→ WHAT IS BEING ASKED: Within the listing below, how many lines hold the string "decimalsOf"? Only the number should be given.

→ EXTRACTED INFORMATION:
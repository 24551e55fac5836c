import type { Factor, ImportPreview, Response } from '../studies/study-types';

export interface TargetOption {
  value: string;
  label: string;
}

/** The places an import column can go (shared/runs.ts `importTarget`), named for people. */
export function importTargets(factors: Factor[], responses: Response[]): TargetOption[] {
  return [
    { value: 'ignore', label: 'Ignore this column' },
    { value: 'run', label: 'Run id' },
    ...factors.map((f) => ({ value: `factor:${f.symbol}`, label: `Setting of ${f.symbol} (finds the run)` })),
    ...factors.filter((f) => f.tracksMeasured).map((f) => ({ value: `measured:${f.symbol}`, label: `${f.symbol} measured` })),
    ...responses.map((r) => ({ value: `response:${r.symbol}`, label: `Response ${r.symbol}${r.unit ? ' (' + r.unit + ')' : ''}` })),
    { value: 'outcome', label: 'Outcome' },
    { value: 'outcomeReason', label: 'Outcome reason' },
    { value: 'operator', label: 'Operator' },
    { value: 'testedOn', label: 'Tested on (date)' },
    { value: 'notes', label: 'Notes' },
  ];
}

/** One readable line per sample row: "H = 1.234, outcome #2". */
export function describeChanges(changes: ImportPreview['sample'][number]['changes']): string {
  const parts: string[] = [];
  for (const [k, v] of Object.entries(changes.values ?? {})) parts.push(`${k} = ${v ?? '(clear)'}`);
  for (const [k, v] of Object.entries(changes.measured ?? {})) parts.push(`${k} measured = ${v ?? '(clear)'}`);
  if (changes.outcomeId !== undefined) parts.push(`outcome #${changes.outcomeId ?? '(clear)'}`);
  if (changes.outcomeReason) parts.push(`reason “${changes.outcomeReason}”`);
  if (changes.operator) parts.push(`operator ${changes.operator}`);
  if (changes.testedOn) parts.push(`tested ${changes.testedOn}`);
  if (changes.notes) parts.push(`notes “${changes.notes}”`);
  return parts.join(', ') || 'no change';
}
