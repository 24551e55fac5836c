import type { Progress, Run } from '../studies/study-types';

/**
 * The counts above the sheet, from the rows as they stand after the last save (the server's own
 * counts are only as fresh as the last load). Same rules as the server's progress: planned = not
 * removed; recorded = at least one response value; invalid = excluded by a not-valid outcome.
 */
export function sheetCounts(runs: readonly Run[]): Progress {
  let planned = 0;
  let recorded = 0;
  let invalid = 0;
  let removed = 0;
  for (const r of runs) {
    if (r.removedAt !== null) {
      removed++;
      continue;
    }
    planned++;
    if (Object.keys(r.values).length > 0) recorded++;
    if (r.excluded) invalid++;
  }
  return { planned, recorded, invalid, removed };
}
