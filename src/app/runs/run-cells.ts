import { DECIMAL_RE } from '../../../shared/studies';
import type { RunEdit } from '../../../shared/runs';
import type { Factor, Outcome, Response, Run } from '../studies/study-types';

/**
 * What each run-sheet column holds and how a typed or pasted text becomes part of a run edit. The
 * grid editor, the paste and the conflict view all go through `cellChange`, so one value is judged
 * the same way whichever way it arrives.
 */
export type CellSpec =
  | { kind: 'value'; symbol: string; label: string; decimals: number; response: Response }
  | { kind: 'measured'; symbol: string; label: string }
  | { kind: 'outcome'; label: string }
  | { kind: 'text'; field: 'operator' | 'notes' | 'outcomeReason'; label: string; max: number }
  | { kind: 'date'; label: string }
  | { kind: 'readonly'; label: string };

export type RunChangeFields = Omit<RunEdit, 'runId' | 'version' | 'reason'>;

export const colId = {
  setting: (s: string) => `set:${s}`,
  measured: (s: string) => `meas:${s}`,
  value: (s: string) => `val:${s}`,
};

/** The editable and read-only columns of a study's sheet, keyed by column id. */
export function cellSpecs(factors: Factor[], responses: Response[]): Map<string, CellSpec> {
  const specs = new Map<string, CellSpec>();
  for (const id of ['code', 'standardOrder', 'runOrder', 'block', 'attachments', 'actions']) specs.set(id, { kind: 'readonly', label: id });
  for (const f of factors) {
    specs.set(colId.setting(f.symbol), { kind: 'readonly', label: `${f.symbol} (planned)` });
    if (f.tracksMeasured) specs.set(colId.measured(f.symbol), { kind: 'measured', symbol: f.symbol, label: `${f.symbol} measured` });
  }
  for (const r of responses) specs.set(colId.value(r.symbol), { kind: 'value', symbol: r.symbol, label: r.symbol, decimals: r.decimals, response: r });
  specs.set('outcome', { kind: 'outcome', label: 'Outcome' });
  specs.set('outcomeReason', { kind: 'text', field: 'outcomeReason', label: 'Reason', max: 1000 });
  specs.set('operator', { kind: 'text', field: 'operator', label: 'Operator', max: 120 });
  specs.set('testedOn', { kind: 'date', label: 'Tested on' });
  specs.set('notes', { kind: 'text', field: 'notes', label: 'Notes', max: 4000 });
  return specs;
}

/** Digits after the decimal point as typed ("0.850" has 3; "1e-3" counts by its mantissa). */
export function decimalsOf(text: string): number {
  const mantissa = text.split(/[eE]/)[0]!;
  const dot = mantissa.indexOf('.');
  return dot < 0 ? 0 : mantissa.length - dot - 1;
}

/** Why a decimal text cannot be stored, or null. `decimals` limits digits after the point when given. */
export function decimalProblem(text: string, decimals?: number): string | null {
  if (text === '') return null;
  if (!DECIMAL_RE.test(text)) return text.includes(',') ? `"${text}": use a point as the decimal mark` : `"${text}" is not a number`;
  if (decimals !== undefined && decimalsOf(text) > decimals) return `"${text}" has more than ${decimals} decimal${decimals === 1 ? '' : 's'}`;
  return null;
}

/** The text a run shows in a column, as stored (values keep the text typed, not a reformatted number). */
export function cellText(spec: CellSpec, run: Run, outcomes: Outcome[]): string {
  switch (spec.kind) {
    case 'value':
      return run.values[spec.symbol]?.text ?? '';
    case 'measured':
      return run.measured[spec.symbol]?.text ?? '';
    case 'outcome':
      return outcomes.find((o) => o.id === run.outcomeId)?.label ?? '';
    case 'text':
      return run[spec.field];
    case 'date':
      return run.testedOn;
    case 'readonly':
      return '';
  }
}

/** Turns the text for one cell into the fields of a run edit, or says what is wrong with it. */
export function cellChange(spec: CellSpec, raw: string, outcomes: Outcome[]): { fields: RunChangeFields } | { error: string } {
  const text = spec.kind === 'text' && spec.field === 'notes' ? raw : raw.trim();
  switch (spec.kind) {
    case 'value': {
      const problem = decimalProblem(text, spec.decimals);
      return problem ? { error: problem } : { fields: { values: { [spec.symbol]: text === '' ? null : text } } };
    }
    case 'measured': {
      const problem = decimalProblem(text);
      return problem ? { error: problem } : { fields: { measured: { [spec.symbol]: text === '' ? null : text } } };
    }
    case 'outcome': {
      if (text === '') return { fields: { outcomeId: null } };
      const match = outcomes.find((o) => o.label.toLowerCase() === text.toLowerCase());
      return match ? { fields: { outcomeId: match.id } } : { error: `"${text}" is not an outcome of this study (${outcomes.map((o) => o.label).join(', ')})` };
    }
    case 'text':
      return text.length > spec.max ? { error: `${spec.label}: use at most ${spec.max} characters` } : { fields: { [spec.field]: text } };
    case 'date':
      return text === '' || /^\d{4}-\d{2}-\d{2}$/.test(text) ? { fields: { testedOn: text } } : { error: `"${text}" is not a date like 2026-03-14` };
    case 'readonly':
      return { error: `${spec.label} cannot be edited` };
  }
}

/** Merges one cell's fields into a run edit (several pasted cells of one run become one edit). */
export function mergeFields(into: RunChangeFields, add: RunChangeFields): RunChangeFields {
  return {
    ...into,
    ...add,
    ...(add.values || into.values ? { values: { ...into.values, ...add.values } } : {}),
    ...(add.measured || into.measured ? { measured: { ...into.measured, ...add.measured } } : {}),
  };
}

→ RESPONSE TO THE EXERCISE: 2